One year ago today I wrote those fateful words on the Caringbridge account for my father. February 3rd, the anniversary of his death, will always be a hard day for me, but I think January 29th is potentially harder. January 29th was the day I watched my father lose hope, and I began to discover a new language.
On January 28th, 2016, I sat down with Dad to ask him a very tough question. I told him that tomorrow we were going to have a talk with his team of doctors, because he was in no mental state to make his own medical decisions between the cancer, the pneumonia, and the amount of drugs they were pumping into his system. I told him that a big part of which was to answer the question “do we want to keep fighting this thing?”
He didn't understand.
He looked at me, eyes confused, and full of abject horror, as he struggled to process through the drugs that made him sleepy and killed his brain functions. He said, “I don't understand. Are you saying that... I don't understand.” It was like talking to a child. Through the haze of medication and illness he wanted to know if this was it, if they had told me he was going to die. He looked at me to explain it. Scared, confused, and desperately wanting control in a situation that he no longer had access to. I explained that he was very sick, and that there is no shame in wanting the pain to stop, and the doctors' wanted to know how we wanted to proceed. “Ok. Ok. I think...if there's a fight to be had, then I would like to fight.”

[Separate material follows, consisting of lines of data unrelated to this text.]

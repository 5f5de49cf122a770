"""One scale on the hazard tree's rates, fitted on the forecasts the tree makes at landmarks.

The tree's leaves are fitted interval by interval (events over exposure), but a forecast asks
for something else: the product of several intervals' survivals from one landmark, with the
patient's covariates held at their landmark values. Where the patients of a leaf differ more
than the leaf can tell (some recover fast, some slowly), or a leaf pools landmarks of
different histories, that product leans one way: on the demo's surgical ward, in the model's
own training landmarks of the last half year, still in at the third census was forecast
0.517 and observed 0.539; on held-out mornings the gap was 0.05-0.07 for emergencies and
patients passed on by critical care.

The correction is one number c per model, scaling every rate (so every cumulative hazard):
a current stay's chance of being in becomes S(t)^c. It keeps each curve a survival curve
(non-increasing, 1 at the landmark) at every instant, not only at census instants, and c = 1
is the tree as fitted. c is fitted by maximum likelihood on the landmarks of the last
``WINDOW_DAYS`` before the cut-off, each followed to the census instant at which it was
last seen in (censored) or to the interval it left in: the grouped-time likelihood

    L(c) = prod over landmarks  [S_{j-1}^c - S_j^c]  (left in census interval j)
                                 S_m^c               (last seen in at census instant m),

the same as a proportional-hazards calibration slope on the cumulative hazard scale
(van Houwelingen 2000, Statistics in Medicine 19:3401-3415, "validation, calibration,
revision and combination of prognostic survival models", cited from memory). One parameter
fitted on thousands of landmarks learns little of the tree's noise; whether it helps on days
the model did not see was measured by backtests (Morrow alone, retrained every 28 days):

- fitted on the stored tree's own landmarks (what is kept): mean CRPS over horizons 1-7 of
  the demo's surgical ward 1.7558 -> 1.7351 and critical care 1.2442 -> 1.2430 (180
  mornings); the six stress units (tests/stress, 252 mornings) -0.0013, -0.0030, +0.0013,
  -0.0019, -0.0092, +0.0025 (ST-CARD, -MEDW, -HDU, -RESP, -ORTH, -NEURO). c was 0.95-0.98
  on the ward, 0.99-1.06 on the stress units. The held-out Brier score over days 1-14 of
  the model trained at each unit's last morning moved by -0.0006 to +0.0006;
- fitted instead on the validation tree's forecasts of the held-out half of the stays (split
  by stay and time, app/forecast/los/selection.py): c moved more (0.84-1.00 on the ward) and
  the stress units lost up to 0.055 (ST-RESP), so the in-sample fit was kept.
"""

from __future__ import annotations

import math
from dataclasses import dataclass
from typing import Any

import numpy as np
import numpy.typing as npt
from scipy import optimize

FloatArray = npt.NDArray[np.float64]

# The landmarks the scale is fitted on: the last half year (recent enough to follow a change
# of practice, long enough for every weekday and most leaves), at most MAX_LANDMARKS of them
# (sampled), followed over the next STEPS census instants (the forecast's default week).
WINDOW_DAYS = 182
MAX_LANDMARKS = 20_000
STEPS = 7
# Fewer landmarks than this leave the tree as fitted (c = 1).
MIN_LANDMARKS = 200
# c is looked for in [1 / BOUND, BOUND]: a tree off by more than that is a tree to refit,
# not to rescale.
BOUND = 2.0


@dataclass(frozen=True)
class HazardScale:
    """The fitted scale and its evidence: the landmarks it was fitted on, and the log-likelihood
    per landmark gained over c = 1 (0 when not fitted)."""

    value: float = 1.0
    landmarks: int = 0
    gain: float = 0.0

    def to_dict(self) -> dict[str, float | int]:
        return {"value": self.value, "landmarks": self.landmarks, "gain_per_landmark": self.gain}

    @classmethod
    def from_dict(cls, data: dict[str, float | int] | None) -> HazardScale:
        if not data:
            return cls()
        return cls(float(data["value"]), int(data["landmarks"]),
                   float(data["gain_per_landmark"]))


def outcome_steps(end_ns: npt.ArrayLike, ended: npt.ArrayLike, bounds_ns: npt.ArrayLike
                  ) -> tuple[npt.NDArray[np.int64], npt.NDArray[np.int64]]:
    """Per landmark, the census interval j (1..K) it left in (0: not seen to leave) and the last
    census instant m (0..K) it was seen in at.

    ``bounds_ns`` (n, K + 1): the landmark, then the next K census instants; ``end_ns``: the
    discharge, or the cut-off for a stay still in (``ended`` False)."""
    end = np.asarray(end_ns, dtype=np.int64)[:, None]
    b = np.asarray(bounds_ns, dtype=np.int64)[:, 1:]
    seen_in = (end > b).sum(axis=1)                     # census instants passed still in
    left = np.asarray(ended, dtype=bool) & (seen_in < b.shape[1])
    return np.where(left, seen_in + 1, 0).astype(np.int64), seen_in.astype(np.int64)


def _neg_log_lik(log_c: float, survival: FloatArray, left: npt.NDArray[np.int64],
                 seen: npt.NDArray[np.int64]) -> float:
    c = math.exp(log_c)
    s = np.concatenate([np.ones((survival.shape[0], 1)), survival], axis=1) ** c
    rows = np.arange(s.shape[0])
    gone = left > 0
    p_left = s[rows[gone], left[gone] - 1] - s[rows[gone], left[gone]]
    p_in = s[rows[~gone], seen[~gone]]
    return -float(np.log(np.maximum(p_left, 1e-300)).sum() + np.log(np.maximum(p_in, 1e-300)).sum())


def fit_hazard_scale(survival: npt.ArrayLike, left: npt.ArrayLike, seen: npt.ArrayLike
                     ) -> HazardScale:
    """The maximum-likelihood scale c (module docstring).

    Parameters
    ----------
    survival : array_like, shape (n, K)
        Each landmark's forecast chance of being in at its next K census instants.
    left, seen : array_like of int, shape (n,)
        :func:`outcome_steps`.

    Returns
    -------
    HazardScale
        c = 1 (not fitted) with fewer than ``MIN_LANDMARKS`` landmarks.
    """
    s = np.clip(np.asarray(survival, dtype=float), 0.0, 1.0)
    s = np.minimum.accumulate(s, axis=1)
    j = np.asarray(left, dtype=np.int64)
    m = np.asarray(seen, dtype=np.int64)
    n = s.shape[0]
    if n < MIN_LANDMARKS:
        return HazardScale(1.0, n, 0.0)
    found = optimize.minimize_scalar(_neg_log_lik, bounds=(-math.log(BOUND), math.log(BOUND)),
                                     args=(s, j, m), method="bounded",
                                     options={"xatol": 1e-4})
    at_one = _neg_log_lik(0.0, s, j, m)
    return HazardScale(float(math.exp(found.x)), n, float((at_one - found.fun) / n))


def scale_on(curves: Any, landmarks: Any) -> HazardScale:
    """The scale fitted on a model's forecasts from ``landmarks`` (``curves``: its curves
    from them over at least ``STEPS`` census intervals,
    ``app.forecast.los.model._landmark_curves``), each landmark followed to its outcome."""
    bounds = curves.bounds_ns[:, : STEPS + 1]
    left, seen = outcome_steps(landmarks.end_ns, landmarks.ended, bounds)
    return fit_hazard_scale(curves.survival(bounds[:, 1:]), left, seen)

The next day my brother arrived, and we had that meeting. It was very quick. The doctor's explained that even if they cured the pneumonia without the drugs failing his organs (which was a long shot), he was going to need a full bone marrow transplant soon, and in order to receive that transplant he needed to be in good health (which was a long shot), and that even if they successfully accomplished the transplant his body needed to accept that transplant (which was a long shot). They told us that we were looking at odds of 1 in a million that all of the things work, and that was generous. In every other option, Dad died in an excruciating amount of pain.
The decision wasn't hard, we decided to stop treatment.

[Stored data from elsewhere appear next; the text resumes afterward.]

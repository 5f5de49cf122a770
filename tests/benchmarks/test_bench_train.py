"""Length-of-stay training speed: each demo unit (target 20 s), a generated 200,000-stay history
(target 120 s, peak memory 2 GB, measured in a child process), and a forecast after a newly
entered score (target 1 s)."""

from __future__ import annotations

import json
import os
import resource
import subprocess
import sys
import time as time_module
from dataclasses import replace
from datetime import UTC, datetime, time
from zoneinfo import ZoneInfo

import numpy as np
import pandas as pd

from app.forecast.los import format_metrics, predict_stays, train_los
from app.state.frames import BOOKING_COLUMNS, UnitState
from app.state.load import load_state
from app.store import db
from app.timeutil import census_instants_after
from tests.benchmarks.conftest import timed
from tests.conftest import UTC_ZONE

END = datetime(2026, 11, 30, 8, 0, tzinfo=UTC)


def generated_history(n_stays: int, seed: int = 0) -> UnitState:
    """An invented unit: ``n_stays`` stays over three years, a daily score per stay-day.

    Stay lengths are gamma with a mean set by specialty, admission type, age and the first
    score; discharges fall between 09:00 and 19:00; scores drift down day by day.
    """
    rng = np.random.default_rng(seed)
    start = pd.Timestamp("2023-12-01", tz="UTC")
    span_days = 3 * 365
    admitted = start + pd.to_timedelta(np.sort(rng.uniform(0, span_days, n_stays)), unit="D")
    specialty = rng.choice(["medicine", "surgery", "trauma", "cardiac", "neuro", "renal"],
                           n_stays)
    emergency = rng.random(n_stays) < 0.7
    age = rng.integers(18, 96, n_stays).astype(float)
    score0 = rng.integers(0, 15, n_stays).astype(float)
    mean_days = (np.select([specialty == "cardiac", specialty == "neuro"], [2.5, 5.0], 3.5)
                 * np.where(emergency, 1.4, 1.0) * (1 + (age - 60) / 200) * (1 + score0 / 15))
    los = rng.gamma(1.5, mean_days / 1.5)
    end_day = (admitted + pd.to_timedelta(los, unit="D")).floor("D")
    discharged = end_day + pd.to_timedelta(rng.uniform(9, 19, n_stays), unit="h")
    discharged = pd.DatetimeIndex(np.maximum(discharged, admitted + pd.Timedelta(hours=2)))
    as_of = start + pd.Timedelta(days=span_days)
    stays = pd.DataFrame({
        "stay_id": [f"G-{i:07d}" for i in range(n_stays)],
        "admitted_at": admitted,
        "discharged_at": discharged.where(discharged <= as_of),
        "admission_type": np.where(emergency, "emergency", "elective"),
        "outcome": None, "age": age, "sex": rng.choice(["f", "m"], n_stays),
        "specialty": specialty, "source": rng.choice(["ed", "ward", "theatre", "other"], n_stays),
        "booking_id": None,
    })
    stays = stays.loc[stays["admitted_at"] <= as_of].reset_index(drop=True)
    days = np.ceil((np.minimum(stays["discharged_at"].fillna(as_of), as_of)
                    - stays["admitted_at"]).dt.total_seconds() / 86400).astype(int)
    stay = np.repeat(np.arange(len(stays)), days)
    k = np.arange(days.sum()) - np.repeat(np.cumsum(days) - days, days)
    admitted_ns = pd.DatetimeIndex(stays["admitted_at"]).asi8
    end_ns = pd.DatetimeIndex(stays["discharged_at"].fillna(as_of)).asi8
    observed = admitted_ns[stay] + ((k + rng.uniform(0.02, 0.2, k.size)) * 86_400e9).astype(
        np.int64)
    value = np.clip(np.round(score0[stay] - 0.6 * k + rng.normal(0, 1, k.size)), 0, 24)
    keep = observed < end_ns[stay]
    observed_at = pd.to_datetime(observed[keep], utc=True)
    observations = pd.DataFrame({
        "stay_id": stays["stay_id"].to_numpy()[stay][keep],
        "observed_at": observed_at, "name": "sofa", "value": value[keep],
        "recorded_at": observed_at + pd.Timedelta(minutes=20),
    })
    observations = observations.loc[observations["recorded_at"] <= as_of]
    bookings = pd.DataFrame({c: pd.Series(dtype=object) for c in BOOKING_COLUMNS})
    snapshots = pd.DataFrame({"taken_at": pd.Series(dtype="datetime64[ns, UTC]"),
                              "occupancy": pd.Series(dtype=int)})
    return UnitState(unit="GEN", as_of=as_of, tz=ZoneInfo("UTC"), census_time=time(0, 0),
                     bed_plan=((None, 900),), stays=stays,
                     observations=observations.reset_index(drop=True), bookings=bookings,
                     snapshots=snapshots)


def test_train_demo_units(demo_db: str) -> None:
    out: dict[str, float] = {}
    for unit in ("KV-CRIT", "KV-SURG"):
        with db.session_scope(demo_db) as session:
            state = load_state(session, unit, END, UTC_ZONE)
        cpu = time_module.process_time()
        with timed(f"train {unit} (validation, test metrics, ensemble, final fit)", 20, out):
            payload = train_los(state)
        # CPU time beside the wall time: on a shared machine the two tell load from work.
        print(f"BENCH   cpu {time_module.process_time() - cpu:.1f} s; "
              f"load average {os.getloadavg()[0]:.1f}")
        print(format_metrics(payload["metrics"]))
        assert payload["metrics"]["tree"]["ibs_1_14"] > 0


_CHILD = """
import json, resource, sys, time
from tests.benchmarks.test_bench_train import generated_history
from app.forecast.los import train_los
state = generated_history(int(sys.argv[1]))
start, cpu = time.perf_counter(), time.process_time()
payload = train_los(state)
seconds, cpu = time.perf_counter() - start, time.process_time() - cpu
peak_kib = resource.getrusage(resource.RUSAGE_SELF).ru_maxrss
print(json.dumps({"seconds": seconds, "cpu": cpu, "peak_mib": peak_kib / 1024, "stays": len(state.stays),
                  "observations": len(state.observations),
                  "rows": payload["metrics"]["training_rows"],
                  "tree": payload["metrics"]["tree"], "km": payload["metrics"]["km"]}))
"""


def test_train_200000_stay_history() -> None:
    # A child process, so its peak resident memory is the training's alone (generation and
    # imports included, so an upper bound).
    result = subprocess.run([sys.executable, "-c", _CHILD, "200000"], capture_output=True,
                            text=True, check=True, timeout=1800)
    figures = json.loads(result.stdout.strip().splitlines()[-1])
    seconds, peak = figures["seconds"], figures["peak_mib"]
    print(f"\nBENCH train 200,000-stay history: {seconds:.1f} s (target 120 s) "
          f"{'ok' if seconds <= 120 else 'OVER TARGET'}; peak memory {peak:.0f} MiB "
          f"(target 2048 MiB) {'ok' if peak <= 2048 else 'OVER TARGET'}; cpu "
          f"{figures['cpu']:.1f} s, load average {os.getloadavg()[0]:.1f}")
    print(f"BENCH   {figures['stays']} stays, {figures['observations']} observations, "
          f"{figures['rows']} training rows; test tree {figures['tree']}, KM {figures['km']}")
    assert figures["stays"] > 190_000


def test_forecast_after_a_new_score(demo_db: str) -> None:
    with db.session_scope(demo_db) as session:
        history = load_state(session, "KV-CRIT", END, UTC_ZONE)
        current = load_state(session, "KV-CRIT", END, UTC_ZONE, with_history=False)
    payload = json.loads(json.dumps(train_los(history, compare=False, evaluate=False)))
    instants = census_instants_after(END, current.census_time, current.tz, 7)
    before = predict_stays(payload, current, instants)
    stay_id = before.stay_ids[0]
    entered = pd.DataFrame({"stay_id": [stay_id], "observed_at": [current.as_of],
                            "name": ["sofa"], "value": [14.0], "recorded_at": [current.as_of]})
    updated = replace(current, observations=pd.concat([current.observations, entered],
                                                      ignore_index=True))
    out: dict[str, float] = {}
    with timed("forecast the current stays after a newly entered score", 1, out):
        after = predict_stays(payload, updated, instants)
    assert after.p_present[0, 0] != before.p_present[0, 0]
    usage = resource.getrusage(resource.RUSAGE_SELF)
    assert usage.ru_maxrss > 0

We returned to his hospital room, the doctor having told him the decision. There was no light in Dad anymore. He had been pushed onwards by hope, hope that he would get better, hope that he would get to see his beloved land in New Hampshire again, hope that he would get to hike another mountain, take another road trip, see a new place, teach another class. He was driven by a will and a hope to live, that was now impossible, and he was told he had probably a max of 72 hours to live in a hospital bed, many of which he probably wouldn't be awake for.
He was staring at the ceiling, off in his own world, probably on top of Mount Washington, looking at the White Mountains. He had this look of longing, and a pain that I don't think many people can understand. I think about that moment a lot. I think about standing next to that bed, my hand on his shoulder, his eyes off somewhere that I'll never know exactly. I remember talking to him, and getting no response, nothing brought him out of that dream world except for “I love you”. He would fight his way through the fog, turn, look straight into my eyes, and repeat the phrase twice, like the first time wasn't how he meant it, and he wanted to make sure it was perfect.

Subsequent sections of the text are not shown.